■ YOUR INSTRUCTIONS ■
In the entries below, find each line with the word "when" and pull it out.

■ RECORDED DATA ■
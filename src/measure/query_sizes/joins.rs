//! The rows an SQL join makes (see the module above).

use super::spread::{match_share, values};
use crate::plan::{ColumnPlan, TablePlan};
use sqlparser::ast::{BinaryOperator, Expr, JoinConstraint, JoinOperator, Select, TableFactor, Visitor};
use std::ops::ControlFlow;

/// The most bytes any join of `query` makes over `tables` at `rows` rows of the swept size:
/// its estimated rows times the joined tables' row bytes (all their columns: an upper bound,
/// as polars carries only those the query uses). With `ungrouped_only`, only joins whose
/// SELECT neither groups nor removes duplicates count (on the streaming engine the joined
/// rows of a grouping SELECT flow into its groups instead of being held). None when the
/// query joins no two workload tables.
pub fn joined_bytes(query: &str, tables: &[TablePlan], rows: u64, ungrouped_only: bool) -> Option<Joins> {
    let mut v = JoinVisit { tables, rows, ungrouped_only, most: None };
    crate::spec::sql_rules::visit_statements(query, &mut v)?;
    v.most
}

/// The largest join of a query: its rows and bytes, and what the streaming engine builds.
#[derive(Debug, Clone, Copy, PartialEq)]
pub struct Joins {
    /// Rows and bytes of the largest counted join (0 when only uncounted ones join).
    pub rows: f64,
    pub bytes: f64,
    /// The bytes of the smaller input of each join, summed over the SELECT's joins (the
    /// largest SELECT's; every SELECT counts, grouping or not): the side a hash join builds.
    pub build_bytes: f64,
}

struct JoinVisit<'a> {
    tables: &'a [TablePlan],
    rows: u64,
    ungrouped_only: bool,
    most: Option<Joins>,
}

impl Visitor for JoinVisit<'_> {
    type Break = ();
    fn pre_visit_select(&mut self, sel: &Select) -> ControlFlow<()> {
        let grouped = crate::spec::sql_rules::is_grouped(sel) || sel.distinct.is_some();
        if let Some(mut j) = select_joins(sel, self.tables, self.rows) {
            if self.ungrouped_only && grouped {
                (j.rows, j.bytes) = (0.0, 0.0);
            }
            let m = self.most.get_or_insert(Joins { rows: 0.0, bytes: 0.0, build_bytes: 0.0 });
            if j.bytes > m.bytes {
                (m.rows, m.bytes) = (j.rows, j.bytes);
            }
            m.build_bytes = m.build_bytes.max(j.build_bytes);
        }
        ControlFlow::Continue(())
    }
}

/// One joined input of a SELECT: the name it is known by and its table.
pub(super) struct Joined<'a> {
    pub(super) names: Vec<String>,
    pub(super) table: &'a TablePlan,
}

/// Rows times row bytes of the SELECT's joined inputs, when it joins at least two tables of
/// the workload (None otherwise, or when an input is not a workload table).
fn select_joins(sel: &Select, tables: &[TablePlan], rows: u64) -> Option<Joins> {
    let mut inputs: Vec<Joined> = Vec::new();
    let mut out_rows = 0.0_f64;
    let mut row_bytes = 0.0_f64;
    let (mut joins, mut left_bytes, mut build_bytes) = (0, 0.0_f64, 0.0_f64);
    let bytes_of = |t: &TablePlan| t.bytes(rows);
    let wheres = sel.selection.as_ref().map(conjuncts).unwrap_or_default();
    for (i, twj) in sel.from.iter().enumerate() {
        let first = resolve(&twj.relation, tables)?;
        let n = first.table.rows.at(rows).max(1) as f64;
        if i == 0 {
            out_rows = n;
        } else {
            // A comma: a cross product unless WHERE equates it with what came before.
            joins += 1;
            out_rows = joined_rows(out_rows, n, &wheres, &inputs, &first, tables, rows, true);
            build_bytes += left_bytes.min(bytes_of(first.table));
        }
        left_bytes += bytes_of(first.table);
        row_bytes += first.table.columns.iter().map(ColumnPlan::bytes_per_row).sum::<f64>();
        inputs.push(first);
        for j in &twj.joins {
            let next = resolve(&j.relation, tables)?;
            let n = next.table.rows.at(rows).max(1) as f64;
            joins += 1;
            out_rows = match &j.join_operator {
                JoinOperator::CrossJoin(JoinConstraint::None) => out_rows * n,
                JoinOperator::Semi(_) | JoinOperator::LeftSemi(_) | JoinOperator::Anti(_) | JoinOperator::LeftAnti(_) => out_rows,
                JoinOperator::RightSemi(_) | JoinOperator::RightAnti(_) => n,
                op => {
                    let inner = match constraint(op) {
                        Some(JoinConstraint::On(e)) => joined_rows(out_rows, n, &conjuncts(e), &inputs, &next, tables, rows, false),
                        Some(JoinConstraint::Using(cols)) => {
                            let names: Vec<String> = cols.iter().filter_map(|c| c.0.last().map(|p| p.to_string())).collect();
                            using_rows(out_rows, n, &names, &inputs, &next, tables, rows)
                        }
                        Some(JoinConstraint::None) => out_rows * n,
                        _ => out_rows.max(n),
                    };
                    // Outer joins keep their unmatched rows besides.
                    match op {
                        JoinOperator::Left(_) | JoinOperator::LeftOuter(_) => inner + out_rows,
                        JoinOperator::Right(_) | JoinOperator::RightOuter(_) => inner + n,
                        JoinOperator::FullOuter(_) => inner + out_rows + n,
                        _ => inner,
                    }
                }
            };
            row_bytes += next.table.columns.iter().map(ColumnPlan::bytes_per_row).sum::<f64>();
            build_bytes += left_bytes.min(bytes_of(next.table));
            left_bytes += bytes_of(next.table);
            inputs.push(next);
        }
    }
    // (A cross join of many tables passes any float; nothing holds 1e300 rows either.)
    let out_rows = out_rows.min(1e300);
    (joins > 0).then_some(Joins { rows: out_rows, bytes: out_rows * row_bytes, build_bytes })
}

/// The join's constraint, for the operators that have one.
fn constraint(op: &JoinOperator) -> Option<&JoinConstraint> {
    match op {
        JoinOperator::Join(c)
        | JoinOperator::Inner(c)
        | JoinOperator::Left(c)
        | JoinOperator::LeftOuter(c)
        | JoinOperator::Right(c)
        | JoinOperator::RightOuter(c)
        | JoinOperator::FullOuter(c)
        | JoinOperator::StraightJoin(c) => Some(c),
        _ => None,
    }
}

/// A FROM item that is a workload table, with the name it can be referred to by (its alias
/// when it has one, as SQL wants).
pub(super) fn resolve<'a>(factor: &TableFactor, tables: &'a [TablePlan]) -> Option<Joined<'a>> {
    let TableFactor::Table { name, alias, .. } = factor else { return None };
    let written = name.0.last().map(|p| p.to_string()).unwrap_or_default();
    let written = written.trim_matches('"').to_string();
    let table = tables
        .iter()
        .find(|t| t.name.eq_ignore_ascii_case(&written))
        .or_else(|| written.eq_ignore_ascii_case(crate::spec::tables::DEFAULT_TABLE).then(|| tables.first()).flatten())?;
    let names = vec![alias.as_ref().map_or(written.to_lowercase(), |a| a.name.value.to_lowercase())];
    Some(Joined { names, table })
}

/// The parts of an AND chain.
fn conjuncts(e: &Expr) -> Vec<&Expr> {
    match e {
        Expr::BinaryOp { left, op: BinaryOperator::And, right } => {
            let mut v = conjuncts(left);
            v.extend(conjuncts(right));
            v
        }
        Expr::Nested(inner) => conjuncts(inner),
        _ => vec![e],
    }
}

/// A column reference `q.c` or `c`: (qualifier, name).
fn column_ref(e: &Expr) -> Option<(Option<String>, String)> {
    match e {
        Expr::Identifier(i) => Some((None, i.value.clone())),
        Expr::CompoundIdentifier(parts) if parts.len() >= 2 => {
            Some((Some(parts[parts.len() - 2].value.to_lowercase()), parts[parts.len() - 1].value.clone()))
        }
        Expr::Nested(inner) => column_ref(inner),
        _ => None,
    }
}

/// Find column `(qualifier, name)` among `inputs`.
fn find_in<'a>(r: &(Option<String>, String), inputs: &[&Joined<'a>]) -> Option<(&'a TablePlan, &'a ColumnPlan)> {
    inputs.iter().find_map(|j| {
        if r.0.as_ref().is_some_and(|q| !j.names.contains(q)) {
            return None;
        }
        j.table.columns.iter().find(|c| c.name.eq_ignore_ascii_case(&r.1)).map(|c| (j.table, c))
    })
}

/// Rows of `left` rows (made of `inputs`) joined with `n` rows of `next` on the equalities
/// among `parts`; with equalities it cannot resolve, the larger input; with none at all, or
/// for a comma without one in WHERE (`cross`), their product.
#[allow(clippy::too_many_arguments)]
fn joined_rows(left: f64, n: f64, parts: &[&Expr], inputs: &[Joined], next: &Joined, tables: &[TablePlan], rows: u64, cross: bool) -> f64 {
    let earlier: Vec<&Joined> = inputs.iter().collect();
    let mut share: Option<f64> = None;
    let mut equalities = 0;
    for e in parts {
        let Expr::BinaryOp { left: l, op: BinaryOperator::Eq, right: r } = e else { continue };
        equalities += 1;
        let (Some(l), Some(r)) = (column_ref(l), column_ref(r)) else { continue };
        let pair = match (find_in(&l, &[next]), find_in(&r, &earlier)) {
            (Some(a), Some(b)) => Some((a, b)),
            _ => match (find_in(&r, &[next]), find_in(&l, &earlier)) {
                (Some(a), Some(b)) => Some((a, b)),
                _ => None,
            },
        };
        if let Some(((ta, ca), (tb, cb))) = pair {
            let s = match_share(&values(ca, ta, tables, rows), &values(cb, tb, tables, rows));
            share = Some(share.map_or(s, |x: f64| x.min(s)));
        }
    }
    match share {
        Some(s) => left * n * s,
        // No equality at all: polars pairs every row with every row and filters the pairs
        // (`ON a.grams < b.grams` on 8k rows peaked at 976 MiB, 16 bytes a pair).
        None if cross || equalities == 0 => left * n,
        // An equality of expressions it cannot read: counted as a key join.
        None => left.max(n),
    }
}

/// Rows of a `USING (cols)` join: equalities on the same names.
fn using_rows(left: f64, n: f64, names: &[String], inputs: &[Joined], next: &Joined, tables: &[TablePlan], rows: u64) -> f64 {
    let earlier: Vec<&Joined> = inputs.iter().collect();
    let share = names
        .iter()
        .filter_map(|c| {
            let r = (None, c.trim_matches('"').to_string());
            let ((ta, ca), (tb, cb)) = (find_in(&r, &[next])?, find_in(&r, &earlier)?);
            Some(match_share(&values(ca, ta, tables, rows), &values(cb, tb, tables, rows)))
        })
        .reduce(f64::min);
    share.map_or(left.max(n), |s| left * n * s)
}

#[cfg(test)]
mod tests {
    use super::super::fixtures::shed;
    use super::*;

    /// Joined rows: the bytes over the joined tables' row bytes (prices with deliveries, or
    /// deliveries twice for a self-join).
    fn joined(q: &str, rows: u64) -> Option<f64> {
        let tables = shed();
        let row_bytes = |t: &TablePlan| t.columns.iter().map(ColumnPlan::bytes_per_row).sum::<f64>();
        let per_row = if q.contains("prices") { row_bytes(&tables[0]) + row_bytes(&tables[1]) } else { 2.0 * row_bytes(&tables[1]) };
        joined_bytes(q, &tables, rows, false).map(|j| j.bytes / per_row)
    }

    #[test]
    fn joins_make_the_rows_their_keys_allow() {
        let n = 1_000_000;
        // Deliveries to the 14 priced varieties: one price per delivery.
        let priced = "SELECT * FROM deliveries AS d JOIN prices AS p ON d.variety_id = p.variety_id";
        assert_eq!(joined(priced, n), Some(n as f64));
        assert_eq!(joined("SELECT * FROM deliveries JOIN prices USING (variety_id)", n), Some(n as f64));
        // The other way round, and with a comma and WHERE.
        assert_eq!(joined("SELECT * FROM prices AS p JOIN deliveries AS d ON p.variety_id = d.variety_id", n), Some(n as f64));
        assert_eq!(joined("SELECT * FROM prices AS p, deliveries AS d WHERE d.variety_id = p.variety_id AND d.grams > 9", n), Some(n as f64));
        // Left outer: the unmatched rows besides; cross: the product.
        assert_eq!(joined("SELECT * FROM deliveries AS d LEFT JOIN prices AS p ON d.variety_id = p.variety_id", n), Some(2.0 * n as f64));
        assert_eq!(joined("SELECT * FROM deliveries CROSS JOIN prices", n), Some(14.0 * n as f64));
        // A self-join on six crews (a tenth null, never matching): n²·0.9²/6 rows.
        let crews = joined("SELECT * FROM deliveries AS a JOIN deliveries AS b ON a.crew = b.crew", n).expect("a join");
        assert!((crews / (n as f64 * n as f64 * 0.81 / 6.0) - 1.0).abs() < 1e-9, "{crews}");
        // AND: the tightest equality; a unique key matches once.
        let both = joined("SELECT * FROM deliveries AS a JOIN deliveries AS b ON a.crew = b.crew AND a.delivery_id = b.delivery_id", n);
        assert_eq!(both, Some(n as f64));
        // No equality at all: every pair (polars filters a cross join); an equality of
        // expressions it cannot read: the larger input.
        assert_eq!(joined("SELECT * FROM deliveries AS a JOIN deliveries AS b ON a.grams < b.grams", n), Some(n as f64 * n as f64));
        assert_eq!(joined("SELECT * FROM deliveries AS a JOIN deliveries AS b ON a.grams + 1 = b.grams", n), Some(n as f64));
        // No join at all, or a join of something that is not a workload table.
        assert_eq!(joined("SELECT crew, COUNT(*) FROM deliveries GROUP BY crew", n), None);
        assert_eq!(joined("SELECT * FROM deliveries AS a JOIN (SELECT 1 AS crew) AS b ON a.crew = b.crew", n), None);
        // On the streaming engine a grouping SELECT's join feeds its groups.
        let grouped = "SELECT a.crew, COUNT(*) FROM deliveries AS a JOIN deliveries AS b ON a.crew = b.crew GROUP BY a.crew";
        assert!(joined_bytes(grouped, &shed(), n, false).is_some_and(|j| j.bytes > 0.0));
        let streaming = joined_bytes(grouped, &shed(), n, true).expect("a join");
        assert_eq!((streaming.rows, streaming.bytes), (0.0, 0.0));
        // What a hash join builds: the smaller input, whichever engine.
        let deliveries = shed()[1].bytes(n);
        assert_eq!(streaming.build_bytes, deliveries);
        let priced = joined_bytes("SELECT * FROM deliveries AS d JOIN prices AS p ON d.variety_id = p.variety_id", &shed(), n, true);
        assert_eq!(priced.map(|j| j.build_bytes), Some(shed()[0].bytes(n)));
    }
}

■ RESPONSE ■
/// rows of a grouping SELECT flow into its groups instead of being held). None when the
    /// Rows and bytes of the largest counted join (0 when only uncounted ones join).
/// Rows times row bytes of the SELECT's joined inputs, when it joins at least two tables of
/// the workload (None otherwise, or when an input is not a workload table).
/// when it has one, as SQL wants).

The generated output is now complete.